BR was employed by Femtonics Ltd. The remaining authors declare that the research was conducted in the absence of any commercial or financial relationships that could be construed as a potential conflict of interest.

Figures

Figure 1
Figure 1
Parylene HT device and implantation. (A) Schematics of the surgical arrangement (not to scale). (B) Localization of the electrode array in actual surgical footage. Scale bar shows 5 mm. (C) Cleaned surgical area for the electrode above the dura mater relative to vascular network. Scale bar shows 500 μm.
Figure 2
Figure 2
Images of a Parylene HT/ITO ECoG implanted brain after 75 days of chronic implantation (M2). (A) Composite image of a coronal slice showing the arrangement of ROIs on control (B,E,H) and implanted (C,F,I) cortex. ROIs are divided into superficial (layers I–IV) and deep (layers V–VI). Magnification 3.2X, scale bar 500 μm. (B,C) Cell nuclei stained with DAPI. (E,F) Neurons stained with NeuroTrace, a fluorescent Nissl stain. (H,I) Astrocytes labeled with GFAP. Magnification 20X, scale bar 50 μm. (D,G,J) Comparison of ROI fluorescent intensity of DAPI (D), NeuroTrace (G) and GFAP (J) labeling. Mean ROI intensity was normalized to ROI area and presented here as a percentage of the mean of control, superficial ROIs of their respective stainings. CS – control, superficial. IS – implanted, superficial. CD – control, deep. ID – implanted, deep.
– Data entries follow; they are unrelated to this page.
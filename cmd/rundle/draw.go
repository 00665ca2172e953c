package main

import (
	"fmt"
	"slices"
	"strings"

	"rundle/internal/solve"
)

// drawnLinks is how many links that do not fit the drawing are listed.
const drawnLinks = 12

// drawCell draws two rungs of a ladder: a leg a line, with the links along it, to the next leg on the same rung and across the plaquette. All other
// links are listed below.
func drawCell(c solve.Cell) string {
	at := map[string]int{}
	width := 0
	for k, name := range c.Legs {
		at[name] = k
		width = max(width, len([]rune(name)))
	}
	along := make([]bool, len(c.Legs))
	rung, down, up := make([]bool, len(c.Legs)), make([]bool, len(c.Legs)), make([]bool, len(c.Legs))
	var rest []string
	for _, l := range c.Links {
		from, to := at[l.From], at[l.To]
		switch {
		case l.Shift == 1 && from == to:
			along[from] = true
		case l.Shift == 0 && to == from+1:
			rung[from] = true
		case l.Shift == 1 && to == from+1:
			down[from] = true
		case l.Shift == 1 && from == to+1:
			up[to] = true
		default:
			rest = append(rest, linkName(l))
		}
	}
	if len(c.Legs) > 40 {
		return fmt.Sprintf("  %d legs: too many to draw\n", len(c.Legs)) + listLinks(rest)
	}
	var b strings.Builder
	margin := strings.Repeat(" ", width+4)
	fmt.Fprintf(&b, "%sj     j+1\n", margin)
	for k, name := range c.Legs {
		line := "o     o"
		if along[k] {
			line = "o-----o--"
		}
		fmt.Fprintf(&b, "  %-*s  %s\n", width, name, line)
		if k == len(c.Legs)-1 {
			break
		}
		b.WriteString(strings.TrimRight(margin+between(rung[k], down[k], up[k]), " ") + "\n")
	}
	return b.String() + listLinks(rest)
}

// between draws the links from one leg to the next.
func between(rung, down, up bool) string {
	side, middle := " ", " "
	if rung {
		side = "|"
	}
	switch {
	case down && up:
		middle = "X"
	case down:
		middle = "\\"
	case up:
		middle = "/"
	}
	return side + "  " + middle + "  " + side
}

func linkName(l solve.Link) string {
	if l.Shift == 0 {
		return fmt.Sprintf("%s,j - %s,j", l.From, l.To)
	}
	return fmt.Sprintf("%s,j - %s,j+%d", l.From, l.To, l.Shift)
}

func listLinks(rest []string) string {
	if len(rest) == 0 {
		return ""
	}
	more := ""
	if n := len(rest) - drawnLinks; n > 0 {
		rest, more = slices.Clone(rest[:drawnLinks]), fmt.Sprintf("; and %d more", n)
	}
	return "  also linked: " + strings.Join(rest, "; ") + more + "\n"
}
Asterisks denote significant differences (p < 0.05).
Figure 3
Figure 3
Characterisation of implanted and control hemispheres in three implantation lengths. (A) Comparison of fluorescence intensities of GFAP stainings between superficial and deep ROIs on control and implanted hemispheres. Mean ROI intensity was normalized to ROI area. CS – control, superficial. IS – implanted, superficial. CD – control, deep. ID – implanted, deep. (B) Neuron density on control and implanted hemispheres. Counted cells in superficial and deep ROIs were summed and normalized to the summed area of both ROIs. (C) Cortical thickness on control and implanted hemispheres. Asterisks denote significant differences (p < 0.05).